§ What is required
Below are entries. Copy exactly the lines running from the line that holds "else if (!closed" to the line that holds "inner edges; made", with both ends included.

§ Given records
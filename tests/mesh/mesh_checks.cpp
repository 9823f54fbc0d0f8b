#include "tests/mesh/mesh_checks.hpp"

#include <fmt/format.h>

#include <algorithm>
#include <cmath>
#include <map>
#include <numbers>
#include <set>
#include <tuple>

#include "mesh/edges.hpp"
#include "mesh/layout.hpp"
#include "mesh/quality.hpp"
#include "tests/near.hpp"

namespace panelwright::test {
namespace {

using mesh::Panel;
using mesh::Part;
using mesh::SheetMesh;

std::size_t index(int n) {
    return static_cast<std::size_t>(n);
}

/// Areas in the order of the part numbers.
std::array<double, 4> expected_areas(const Panel& panel, const mesh::Layout& plan) {
    std::array<double, 4> area = {panel.reflector.length * panel.reflector.width,
                                  panel.patch.length * panel.patch.width, 0.0, 0.0};
    if (const auto* tab = std::get_if<mesh::Tab>(&panel.feed)) {
        if (tab->notch_depth > 0.0) area[1] -= 2.0 * tab->notch_depth * tab->notch_gap;
        area[2] += tab->width * (tab->reach + panel.spacer.height);
    }
    for (const mesh::Tube& tube : plan.tubes) {
        const double angle = 2.0 * std::numbers::pi / tube.sides;
        area[0] -= 0.5 * tube.sides * tube.radius * tube.radius * std::sin(angle);
        area[tube.part == Part::feed ? 2 : 3] +=
            tube.sides * 2.0 * tube.radius * std::sin(0.5 * angle) * panel.spacer.height;
    }
    return area;
}

void check_areas(std::vector<std::string>& list, const Panel& panel, const mesh::Layout& plan,
                 const SheetMesh& made) {
    std::array<double, 4> area = {0.0, 0.0, 0.0, 0.0};
    for (std::size_t t = 0; t < made.triangles.size(); ++t) {
        const Eigen::Vector3d vector = area_vector(made, t);
        area[static_cast<std::size_t>(made.part[t])] += vector.norm();
        const bool level = made.part[t] == Part::reflector || made.part[t] == Part::patch;
        if (level && vector.z() < 0.999 * vector.norm())
            list.push_back(fmt::format("triangle {} is not level", t));
    }
    const std::array<double, 4> expected = expected_areas(panel, plan);
    const double whole = expected[0] + expected[1];
    for (std::size_t part = 0; part < 4; ++part) {
        // Lines within 1e-9 of the panel's size are merged, which may move an area by that much of the whole.
        if (near(area[part], expected[part], 1e-11, 1e-8 * whole)) continue;
        list.push_back(fmt::format("area of part {} is {} instead of {}", part, area[part], expected[part]));
    }
}

/// Tubes point away from their axis, the tab's upright part towards -x.
void check_normals(std::vector<std::string>& list, const mesh::Layout& plan, const SheetMesh& made) {
    for (std::size_t t = 0; t < made.triangles.size(); ++t) {
        if (made.part[t] != Part::feed && made.part[t] != Part::post) continue;
        const Eigen::Vector3d normal = area_vector(made, t).normalized();
        const Eigen::Vector3d at = centroid(made, t);
        bool right = plan.tab && made.part[t] == Part::feed && (normal.z() > 0.999 || normal.x() < -0.999);
        for (const mesh::Tube& tube : plan.tubes) {
            const Eigen::Vector3d from_axis = at - Eigen::Vector3d(tube.x, tube.y, at.z());
            right = right || (tube.part == made.part[t] && from_axis.norm() < tube.radius &&
                              normal.dot(from_axis) > 0.0);
        }
        if (!right) list.push_back(fmt::format("triangle {} points the wrong way", t));
    }
}

int count_parts(const SheetMesh& made, const mesh::MeshEdge& edge, Part part) {
    return static_cast<int>(
        std::count_if(edge.sides.begin(), edge.sides.end(),
                      [&](const mesh::EdgeSide& side) { return made.part[side.triangle] == part; }));
}

/// Junctions are the heads of all tubes, and the foot of a tab that is not at the reflector's own edge.
void check_junctions(std::vector<std::string>& list, const mesh::Layout& plan, const SheetMesh& made) {
    std::size_t expected = 0;
    for (const mesh::Tube& tube : plan.tubes) expected += index(tube.sides);
    const bool tab_inside = plan.tab && plan.tab->foot > plan.reflector_x.from;
    if (tab_inside) expected += index(plan.tab->strip.cells());

    std::set<std::array<int, 2>> port;
    for (const auto& [a, b] : made.port_edges) port.insert({std::min(a, b), std::max(a, b)});
    std::size_t junctions = 0;
    for (const mesh::MeshEdge& edge : edges(made)) {
        if (edge.sides.size() > 3) list.push_back("more than three triangles at an edge");
        if (edge.sides.size() == 3) ++junctions;
        if (!port.contains(edge.ends)) continue;
        const bool sound = count_parts(made, edge, Part::feed) == 1 &&
                           count_parts(made, edge, Part::reflector) == (tab_inside ? 2 : 1);
        if (!sound) list.push_back("a port edge does not join feed and reflector");
    }
    if (junctions != expected)
        list.push_back(fmt::format("{} junction edges instead of {}", junctions, expected));
}

void check_port(std::vector<std::string>& list, const Panel& panel, const mesh::Layout& plan,
                const SheetMesh& made) {
    if (made.port_edges.empty()) return list.push_back("no port edges");
    for (std::size_t p = 1; p < made.port_edges.size(); ++p) {
        if (made.port_edges[p][0] != made.port_edges[p - 1][1])
            list.push_back("the port's edges are no chain");
    }
    const bool closed = made.port_edges.front()[0] == made.port_edges.back()[1];
    double turned = 0.0;  // round the pin's axis
    double width = 0.0;
    for (const auto& [a, b] : made.port_edges) {
        const Eigen::Vector3d& from = made.points[index(a)];
        const Eigen::Vector3d& to = made.points[index(b)];
        if (from.z() != 0.0) list.push_back("a port edge is not on the reflector");
        width += to.y() - from.y();
        if (plan.tab) continue;
        const double dx = plan.tubes[0].x;
        const double dy = plan.tubes[0].y;
        turned +=
            std::remainder(std::atan2(to.y() - dy, to.x() - dx) - std::atan2(from.y() - dy, from.x() - dx),
                           2.0 * std::numbers::pi);
    }
    if (const auto* tab = std::get_if<mesh::Tab>(&panel.feed)) {
        const double foot = -0.5 * panel.patch.length - tab->reach;
        // As for the areas: merged lines.
        const double merged = 1e-8 * (panel.reflector.length + panel.reflector.width);
        if (closed || !near(width, tab->width, 0.0, merged))
            list.push_back("the port is not as wide as the tab");
        for (const auto& [a, b] : made.port_edges) {
            const bool on_line = near(made.points[index(a)].x(), foot, 0.0, merged) &&
                                 near(made.points[index(b)].x(), foot, 0.0, merged);
            if (!on_line) list.push_back("a port edge is not on the tab's foot line");
        }
    } else if (!closed || !near(turned, 2.0 * std::numbers::pi, 1e-12)) {
        list.push_back("the port does not run once round the pin");
    }
}

void check_size(std::vector<std::string>& list, const Panel& panel, const mesh::MeshOptions& options,
                const SheetMesh& made) {
    const mesh::MeshSize size = predicted_size(panel, options);
    std::size_t inner = 0;
    for (const mesh::MeshEdge& edge : edges(made)) inner += edge.sides.size() - 1;
    if (size.points == made.points.size() && size.triangles == made.triangles.size() &&
        size.inner_edges == inner)
        return;
    list.push_back(fmt::format("predicted {} points, {} triangles, {} inner edges; made {}, {}, {}",
                               size.points, size.triangles, size.inner_edges, made.points.size(),
                               made.triangles.size(), inner));
}

}  // namespace

std::vector<std::string> misfits(const Panel& panel, const mesh::MeshOptions& options,
                                 const SheetMesh& made) {
    std::vector<std::string> list = defects(made);
    if (!list.empty()) return list;
    const mesh::Layout plan = layout(panel, options);
    check_areas(list, panel, plan, made);
    check_normals(list, plan, made);
    check_junctions(list, plan, made);
    check_port(list, panel, plan, made);
    check_size(list, panel, options, made);
    if (quality(made).components != 1) list.push_back("the mesh is not in one piece");
    return list;
}

bool own_mirror_image(const SheetMesh& made) {
    std::map<std::tuple<double, double, double>, int> number;
    for (std::size_t n = 0; n < made.points.size(); ++n) {
        const Eigen::Vector3d& p = made.points[n];
        number[{p.x(), p.y() + 0.0, p.z()}] = static_cast<int>(n);
    }
    // Corners in cyclic order from the lowest number: equal for equal triangles of equal orientation.
    const auto canonical = [](std::array<int, 3> corner) {
        std::rotate(corner.begin(), std::min_element(corner.begin(), corner.end()), corner.end());
        return corner;
    };
    std::set<std::pair<std::array<int, 3>, Part>> triangles;
    for (std::size_t t = 0; t < made.triangles.size(); ++t)
        triangles.insert({canonical(made.triangles[t]), made.part[t]});
    for (std::size_t t = 0; t < made.triangles.size(); ++t) {
        std::array<int, 3> image{};
        for (std::size_t k = 0; k < 3; ++k) {
            const Eigen::Vector3d& p = made.points[index(made.triangles[t][k])];
            const auto found = number.find({p.x(), -p.y() + 0.0, p.z()});
            if (found == number.end()) return false;
            image[2 - k] = found->second;
        }
        if (!triangles.contains({canonical(image), made.part[t]})) return false;
    }
    return true;
}

int triangles_without_partner(const Panel& panel, const SheetMesh& made) {
    using Corner = std::pair<double, double>;
    const auto seen_from_above = [&](std::size_t t) {
        std::array<Corner, 3> corner;
        for (std::size_t k = 0; k < 3; ++k) {
            const Eigen::Vector3d& p = made.points[index(made.triangles[t][k])];
            corner[k] = {p.x(), p.y()};
        }
        std::sort(corner.begin(), corner.end());
        return corner;
    };
    std::set<Corner> axes;
    if (const auto* pin = std::get_if<mesh::Probe>(&panel.feed)) axes.insert({pin->x, pin->y});
    for (const mesh::Post& post : panel.posts) axes.insert({post.x, post.y});
    const mesh::Reflector& plate = panel.reflector;
    const double slack = 1e-8 * (plate.length + plate.width);
    std::set<std::array<Corner, 3>> below;
    for (std::size_t t = 0; t < made.triangles.size(); ++t) {
        if (made.part[t] == Part::reflector) below.insert(seen_from_above(t));
    }
    int alone = 0;
    for (std::size_t t = 0; t < made.triangles.size(); ++t) {
        if (made.part[t] != Part::patch) continue;
        const auto corner = seen_from_above(t);
        const bool in_head =
            std::any_of(corner.begin(), corner.end(), [&](const Corner& c) { return axes.contains(c); });
        const bool over_plate = std::all_of(corner.begin(), corner.end(), [&](const Corner& c) {
            return std::fabs(c.first - plate.offset_x) <= 0.5 * plate.length + slack &&
                   std::fabs(c.second - plate.offset_y) <= 0.5 * plate.width + slack;
        });
        if (over_plate && !in_head && !below.contains(corner)) ++alone;
    }
    return alone;
}

}  // namespace panelwright::test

§ Answer to this task
    } else if (!closed || !near(turned, 2.0 * std::numbers::pi, 1e-12)) {
        list.push_back("the port does not run once round the pin");
    }
}

void check_size(std::vector<std::string>& list, const Panel& panel, const mesh::MeshOptions& options,
                const SheetMesh& made) {
    const mesh::MeshSize size = predicted_size(panel, options);
    std::size_t inner = 0;
    for (const mesh::MeshEdge& edge : edges(made)) inner += edge.sides.size() - 1;
    if (size.points == made.points.size() && size.triangles == made.triangles.size() &&
        size.inner_edges == inner)
        return;
    list.push_back(fmt::format("predicted {} points, {} triangles, {} inner edges; made {}, {}, {}",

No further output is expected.